Off with the Yamaha 40/30 and on with the Mercury 60/40. This thing is a power house. The 40/30 would slow down considerably with 3 or 4 people in the boat. They 60/40 barely even notices.


----------



## DaleH (Jan 27, 2015)

Not too familiar with jet drives, so what does 60/40 designation mean? Was it a 60hp propped OB that produces 40hp as a jet?


----------



## wshamby01 (Jan 27, 2015)

That is exactly right DaleH.


----------



## DaleH (Jan 29, 2015)

wshamby01 said:


> That is exactly right DaleH.


Cool, thanks for the info!

I had always thought conversions to jet drive 'cost' about 20% in performance/output loss, but those numbers look like a bigger loss.
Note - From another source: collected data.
// noStoreSuccess fails the test if any C-STORE-RSP with a success or
// warning status was read: a data set cut short must never be reported
// stored (PS3.4 B.2.3, from memory: success means the SCP stored it).
func (saw peerSaw) noStoreSuccess(t testing.TB) {
	t.Helper()
	for _, r := range saw.responses {
		if r.CommandField == dimse.CStoreRSP && r.Status.Class() != dimse.ClassFailure {
			t.Errorf("peer got C-STORE-RSP %v for an incomplete data set", r.Status)
		}
	}
}

// errStoppedAtAbort ends a pipe peer's reading at the A-ABORT or
// A-RELEASE-RP.
var errStoppedAtAbort = errors.New("peer stopped reading at A-ABORT or A-RELEASE-RP")

// stopOnPipe closes a pipe peer after A-ABORT or A-RELEASE-RP and reports
// whether it did. A pipe cannot carry the server's half-close, and the
// server waits for our close; a requestor closes then anyway (PS3.8 9.2.2
// Tables 9-8 and 9-9: AR-3 and AA-3 close the transport connection).
func (p *fakePeer) stopOnPipe() bool {
	if _, ok := p.nc.(interface{ CloseWrite() error }); ok {
		return false
	}
	p.nc.Close()
	return true
}

// ended reports whether the server ended the connection: it closed it, or
// (on a pipe) sent A-ABORT, rather than the peer's read deadline passing.
func (saw peerSaw) ended() bool {
	return errors.Is(saw.end, errStoppedAtAbort) || errors.Is(saw.end, io.EOF) || errors.Is(saw.end, io.ErrUnexpectedEOF) ||
		errors.Is(saw.end, net.ErrClosed) || errors.Is(saw.end, io.ErrClosedPipe) ||
		strings.Contains(fmt.Sprint(saw.end), "connection reset")
}

func encodeCommand(t testing.TB, cmd *dimse.Command) []byte {
	t.Helper()
	b, err := cmd.Encode()
	if err != nil {
		t.Fatalf("encode %v: %v", cmd.CommandField, err)
	}
	return b
}

// newRQ builds an A-ASSOCIATE-RQ from the fake peer to the server.
func newRQ(contexts ...pdu.PresentationContextRQ) *pdu.AssociateRQ {
	return &pdu.AssociateRQ{
		ProtocolVersion:      pdu.ProtocolVersion1,
		CalledAETitle:        serverAE,
		CallingAETitle:       peerAE,
		ApplicationContext:   pdu.ApplicationContextName,
		PresentationContexts: contexts,
		UserInfo: pdu.UserInformation{
			MaxLength:                 testMaxPDU,
			ImplementationClassUID:    "2.25.1234567890",
			ImplementationVersionName: "FAKEPEER",
		},
	}
}

func pc(id byte, abstract string, ts ...string) pdu.PresentationContextRQ {
	return pdu.PresentationContextRQ{ID: id, AbstractSyntax: abstract, TransferSyntaxes: ts}
}

// Contexts of a plain association: Verification on 1, MR on 3.
const (
	echoCtx  = 1
	storeCtx = 3
)

func plainRQ() *pdu.AssociateRQ {
	return newRQ(
		pc(echoCtx, scp.VerificationSOPClass, scp.ImplicitVRLittleEndian),
		pc(storeCtx, scp.MRImageStorage, scp.ExplicitVRLittleEndian),
	)
}

// associated returns a fake peer over a pipe with an established plain
// association.
func associated(t testing.TB, l *pipeListener) *fakePeer {
	t.Helper()
	p := newPeer(t, l.dial(t))
	ac := p.associate(plainRQ())
	for _, r := range ac.PresentationContexts {
		if r.Result != pdu.PCAcceptance {
			t.Fatalf("context %d not accepted: %v", r.ID, r.Result)
		}
	}
	return p
}

// echo performs one C-ECHO as the fake peer and checks the response
// (PS3.7 9.3.5 Tables 9.3-12 and 9.3-13).
func (p *fakePeer) echo(msgID uint16) {
	p.t.Helper()
	p.sendCommand(echoCtx, dimse.NewCEchoRQ(msgID))
	rsp := p.response()
	if rsp.CommandField != dimse.CEchoRSP { // PS3.7 E.1: C-ECHO-RSP is 8030H
		p.t.Fatalf("got %v, want C-ECHO-RSP", rsp.CommandField)
	}
	if rsp.MessageIDBeingRespondedTo != msgID { // PS3.7 Table 9.3-13
		p.t.Errorf("Message ID Being Responded To = %d, want %d", rsp.MessageIDBeingRespondedTo, msgID)
	}
	if rsp.Status != dimse.StatusSuccess { // PS3.7 Annex C: success is 0000H (from memory)
		p.t.Errorf("C-ECHO status %v, want success", rsp.Status)
	}
	if rsp.AffectedSOPClassUID != scp.VerificationSOPClass { // PS3.7 Table 9.3-13, PS3.4 A.4
		p.t.Errorf("Affected SOP Class UID %q, want Verification", rsp.AffectedSOPClassUID)
	}
}

// release sends A-RELEASE-RQ, expects A-RELEASE-RP (PS3.8 9.2, AR-1 to
// AR-4) and closes the transport as the requestor must (PS3.8 7.2).
func (p *fakePeer) release() {
	p.t.Helper()
	p.send(&pdu.ReleaseRQ{})
	expect[*pdu.ReleaseRP](p)
	p.nc.Close()
}

// uidFor makes a synthetic UID under the UUID root (PS3.5 B.2).
func uidFor(r *rand.Rand) string {
	return "2.25." + strconv.FormatUint(r.Uint64()>>1, 10)
}

// dataSet builds an MR image data set in Explicit VR Little Endian (PS3.5
// 7.1.2, from memory): the attributes a storage peer needs to accept it and a
// rows x cols 16-bit pixel matrix. Patient and site are invented.
func dataSet(rows, cols int, sopInstance string, seed uint64) []byte {
	r := rand.New(rand.NewPCG(seed, 0x5049584c))
	pixels := make([]byte, 2*rows*cols)
	for i := 0; i < len(pixels); i += 8 {
		// Four 12-bit pixels per random word (Bits Stored 12 below).
		var w [8]byte
		binary.LittleEndian.PutUint64(w[:], r.Uint64()&0x0FFF0FFF0FFF0FFF)
		copy(pixels[i:], w[:])
	}
	us := func(v int) []byte { return binary.LittleEndian.AppendUint16(nil, uint16(v)) }
	study := "2.25.1" + strconv.FormatUint(seed, 10)
	var b []byte
	for _, e := range []struct {
		group, elem uint16
		vr          string
		value       []byte
	}{
		{0x0008, 0x0016, "UI", []byte(scp.MRImageStorage)},
		{0x0008, 0x0018, "UI", []byte(sopInstance)},
		{0x0008, 0x0060, "CS", []byte("MR")},
		{0x0008, 0x0080, "LO", []byte("Quellvander Ostmire")},
		{0x0010, 0x0010, "PN", []byte("TEST^PHANTOM")},
		{0x0010, 0x0020, "LO", []byte("PHANTOM01")},
		{0x0020, 0x000D, "UI", []byte(study)},
		{0x0020, 0x000E, "UI", []byte(study + ".1")},
		{0x0028, 0x0002, "US", us(1)},
		{0x0028, 0x0004, "CS", []byte("MONOCHROME2")},
		{0x0028, 0x0010, "US", us(rows)},
		{0x0028, 0x0011, "US", us(cols)},
		{0x0028, 0x0100, "US", us(16)},
		{0x0028, 0x0101, "US", us(12)},
		{0x0028, 0x0102, "US", us(11)},
		{0x0028, 0x0103, "US", us(0)},
		{0x7FE0, 0x0010, "OW", pixels},
	} {
		b = appendElement(b, e.group, e.elem, e.vr, e.value)
	}
	return b
}

// appendElement appends one Explicit VR Little Endian element (PS3.5
// 7.1.2, from memory): OB, OW, SQ, UN and UT have a reserved word and a 32-bit length,
// the rest a 16-bit length. Odd values are padded, UI with NUL and text
// with a space (PS3.5 6.2).
func appendElement(b []byte, group, elem uint16, vr string, value []byte) []byte {
	if len(value)%2 == 1 {
		pad := byte(' ')
		if vr == "UI" {
			pad = 0
		}
		value = append(value[:len(value):len(value)], pad)
	}
	b = binary.LittleEndian.AppendUint16(b, group)
	b = binary.LittleEndian.AppendUint16(b, elem)
	b = append(b, vr...)
	switch vr {
	case "OB", "OW", "SQ", "UN", "UT":
		b = append(b, 0, 0)
		b = binary.LittleEndian.AppendUint32(b, uint32(len(value)))
	default:
		b = binary.LittleEndian.AppendUint16(b, uint16(len(value)))
	}
	return append(b, value...)
}

func TestAssociationNegotiation(t *testing.T) {
	const maxPDU = 65536
	l, _ := servePipe(t, &scp.Server{MaxPDULength: maxPDU, Handler: scp.StoreHandlerFunc(discard)})
	p := newPeer(t, l.dial(t))
	rq := newRQ(
		pc(1, scp.VerificationSOPClass, scp.ImplicitVRLittleEndian),
		pc(3, scp.MRImageStorage, scp.ImplicitVRLittleEndian, scp.ExplicitVRLittleEndian),
		pc(5, scp.MRImageStorage, scp.ExplicitVRLittleEndian, scp.ImplicitVRLittleEndian),
		pc(7, unknownUID, scp.ExplicitVRLittleEndian),
		pc(9, ctImageStorage, scp.ExplicitVRLittleEndian), // a storage class we were not configured for
		pc(11, scp.MRImageStorage, unknownUID),
		pc(13, scp.MRImageStorage, jpegLossless),
		pc(15, scp.MRImageStorage, jpegLossless, scp.ImplicitVRLittleEndian),
	)
	ac := p.associate(rq)

	t.Run("the A-ASSOCIATE-AC answers every proposed context with the right result", func(t *testing.T) {
		// Result values: PS3.8 9.3.3.2 Table 9-18. The transfer syntax
		// preference (Explicit VR LE, then Implicit VR LE, encapsulated
		// last) is our own rule, syntax.go transferSyntaxRank.
		want := []struct {
			id     byte
			result pdu.PCResult
			ts     string // checked only when accepted; Table 9-18: not significant otherwise
		}{
			{1, pdu.PCAcceptance, scp.ImplicitVRLittleEndian},
			{3, pdu.PCAcceptance, scp.ExplicitVRLittleEndian},
			{5, pdu.PCAcceptance, scp.ExplicitVRLittleEndian},
			{7, pdu.PCAbstractSyntaxNotSupported, ""},    // 3
			{9, pdu.PCAbstractSyntaxNotSupported, ""},    // 3
			{11, pdu.PCTransferSyntaxesNotSupported, ""}, // 4
			{13, pdu.PCAcceptance, jpegLossless},
			{15, pdu.PCAcceptance, scp.ImplicitVRLittleEndian},
		}
		got := map[byte]pdu.PresentationContextAC{}
		for _, r := range ac.PresentationContexts {
			got[r.ID] = r
		}
		if len(ac.PresentationContexts) != len(want) { // PS3.8 7.1.1.14: one result per proposed context
			t.Errorf("%d results for %d proposed contexts", len(ac.PresentationContexts), len(want))
		}
		for _, w := range want {
			r, ok := got[w.id]
			switch {
			case !ok:
				t.Errorf("context %d: no result", w.id)
			case r.Result != w.result:
				t.Errorf("context %d: result %v, want %v", w.id, r.Result, w.result)
			case w.result == pdu.PCAcceptance && r.TransferSyntax != w.ts:
				t.Errorf("context %d: transfer syntax %s, want %s", w.id, r.TransferSyntax, w.ts)
			}
		}
	})
	t.Run("the A-ASSOCIATE-AC carries our Maximum Length and implementation identity", func(t *testing.T) {
		if ac.UserInfo.MaxLength != maxPDU { // PS3.8 D.1 Table D.1-1
			t.Errorf("Maximum Length %d, want %d", ac.UserInfo.MaxLength, maxPDU)
		}
		if ac.UserInfo.ImplementationClassUID != scp.ImplementationClassUID { // PS3.7 D.3.3.2, in the AC too (from memory)
			t.Errorf("Implementation Class UID %q, want %q", ac.UserInfo.ImplementationClassUID, scp.ImplementationClassUID)
		}
		if ac.UserInfo.ImplementationVersionName != scp.ImplementationVersionName { // PS3.7 D.3.3.2 (from memory)
			t.Errorf("Implementation Version Name %q", ac.UserInfo.ImplementationVersionName)
		}
		if ac.ProtocolVersion&1 == 0 { // PS3.8 9.3.3 Table 9-17 bytes 7-8
			t.Errorf("protocol version %#x lacks bit 0", ac.ProtocolVersion)
		}
		if ac.ApplicationContext != pdu.ApplicationContextName { // PS3.7 A.2.1
			t.Errorf("application context %q", ac.ApplicationContext)
		}
		// PS3.8 9.3.3 Table 9-17 bytes 11-42: sent as received in the RQ.
		if ac.CalledAETitle != serverAE || ac.CallingAETitle != peerAE {
			t.Errorf("AE titles %q/%q, want %q/%q", ac.CalledAETitle, ac.CallingAETitle, serverAE, peerAE)
		}
	})
	t.Run("a C-ECHO-RQ gets a successful C-ECHO-RSP naming its message ID", func(t *testing.T) {
		p.echo(7)
		p.echo(8)
	})
	t.Run("an A-RELEASE-RQ gets an A-RELEASE-RP", func(t *testing.T) {
		p.release()
	})
}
Still, having seen some videos of jets driving through rocky rapids w/ skinny water ... and I'd sure as heck would be glad to be running 'sans prop', haha!


----------



## dhoganjr (Jan 29, 2015)

You lose about 30% going to a pump on an outboard. Due to the water being pulled through the intake, spun at a 90° angle, and shot out the back.


----------



## dhoganjr (Jan 29, 2015)

wshamby01 said:


> Off with the Yamaha 40/30 and on with the Mercury 60/40. This thing is a power house. The 40/30 would slow down considerably with 3 or 4 people in the boat. They 60/40 barely even notices.



Nice upgrade!!!


----------



## Scootzu (Feb 8, 2015)

Where did you get the 60/40 with a tiller handle? I called Bass pro and said they didn't have any with a tiller handle.


----------



## Scootzu (Feb 8, 2015)

Also what is your speed with the 40/30 compared to the 60/40. I have a 1650 which I need to upgrade as well from the 40/30 but was looking at that or the 90/60.


----------